Product Watch: Upstart Launches New Technology For Managing Smartphone Security
Mobile Active Defense system described as unified threat management for smartphones
Employees want to connect their smartphones to your enterprise network. Trouble is, those connections can open new security holes and even cause the enterprise to slip out of compliance with regulatory requirements.
As IT wrestles with the "consumerization" of the corporate network, a new player says it might have an answer to the smartphone security problem.
Mobile Active Defense, an upstart vendor chaired by security expert and author Winn Schwartau, yesterday launched the MAD Enterprise Unified Threat Management system, which lets IT organizations control and manage iPhones and other smartphones according to company security policy from a central management console.
MAD Enterprise UTM is a centrally administered system that provides security capabilities remotely for smartphones, but does not require downloading of applications to each device.
"The problem with the smartphone [security] technology so far is that it all requires apps to be loaded onto the phone," Schwartau says. "If you want antivirus, you have to load it. If you want malware detection, you have to load that. But the smartphone only has so much memory -- you can't use it all up doing security.
"What we're offering is something that has zero footprint on the smartphone itself. And you can require it in order to connect to the corporate network, so there won't be any rogues."
The MAD Enterprise UTM offers a variety of security capabilities with a single implementation, says MAD CTO Rob Smith. "M.A.D. provides just about everything the CISO would want," Smith says. "Email security, antivirus, spam and malware detection and removal, encryption, VPN, a granular, policy driven firewall, inventory control, provisioning, and of course, extensive reporting are all standard features."

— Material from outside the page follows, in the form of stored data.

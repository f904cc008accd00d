#include "complex/charges.hpp"

#include <cstddef>
#include <optional>

#include <fmt/format.h>

#include "complex/electron_count.hpp"
#include "core/error.hpp"

namespace irrepwise {
namespace {

[[noreturn]] void fail_at(const std::string& place, const std::string& message) {
  if (place.empty()) throw Error(message);
  throw error_at(place, Error(message));
}

int ligand_charge(const Assembly& assembly) {
  int sum = 0;
  for (const Site& site : assembly.sites) sum += site.seated.ligand->charge;
  for (const PlacedBridge& bridge : assembly.bridges) sum += bridge.ligand->charge;
  return sum;
}

}  // namespace

Charges settle_charges(const ComplexSpec& complex, const Assembly& assembly) {
  const int ligands = ligand_charge(assembly);
  int known = 0;
  int n_open = 0;
  for (const CentreSpec& centre : complex.centres) {
    known += centre.oxidation.value_or(0);
    n_open += centre.oxidation ? 0 : 1;
  }
  if (n_open > 0 && !complex.charge) {
    fail_at(complex.centres.front().place,
            "neither the oxidation state of the metal nor the charge is known; give `oxidation` or "
            "`charge`");
  }
  if (n_open == 0) {
    const int total = known + ligands;
    if (complex.charge && *complex.charge != total) {
      fail_at(complex.charge_place,
              fmt::format("the charge {} contradicts oxidation state {} and ligands {}, which "
                          "make {}; correct one, or leave one out",
                          signed_number(*complex.charge), signed_number(known),
                          signed_number(ligands), signed_number(total)));
    }
    Charges charges{{}, total};
    for (const CentreSpec& centre : complex.centres) charges.oxidation.push_back(*centre.oxidation);
    return charges;
  }
  const int left = *complex.charge - ligands - known;
  if (left % n_open != 0) {
    fail_at(complex.charge_place,
            fmt::format("the charge {} leaves an odd sum of oxidation states, {}, for two "
                        "metals; give `oxidation` for each",
                        signed_number(*complex.charge), signed_number(left)));
  }
  Charges charges{{}, *complex.charge};
  for (const CentreSpec& centre : complex.centres) {
    charges.oxidation.push_back(centre.oxidation.value_or(left / n_open));
  }
  return charges;
}

}  // namespace irrepwise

Deployment of the MAD Enterprise UTM could help companies maintain compliance with regulatory requirements, such as HIPAA or PCI, Schwartau says. "A lot of companies don't realize that by allowing smartphones to connect to the corporate net, they're actually creating compliance problems," he says. "These are basically small computers, but they don't have the same security capabilities that the regular computers have."
In order to remain compliant, some companies have begun issuing standardized smartphones that are configured to meet compliance requirements, Schwartau notes. MAD Enterprise UTM takes a different approach, configuring devices remotely to work within corporate security policy.
In its initial release, the MAD Enterprise UTM supports iPhone, iPad, and WinMobile devices. Android support will be next, Schwartau says, followed by Symbian.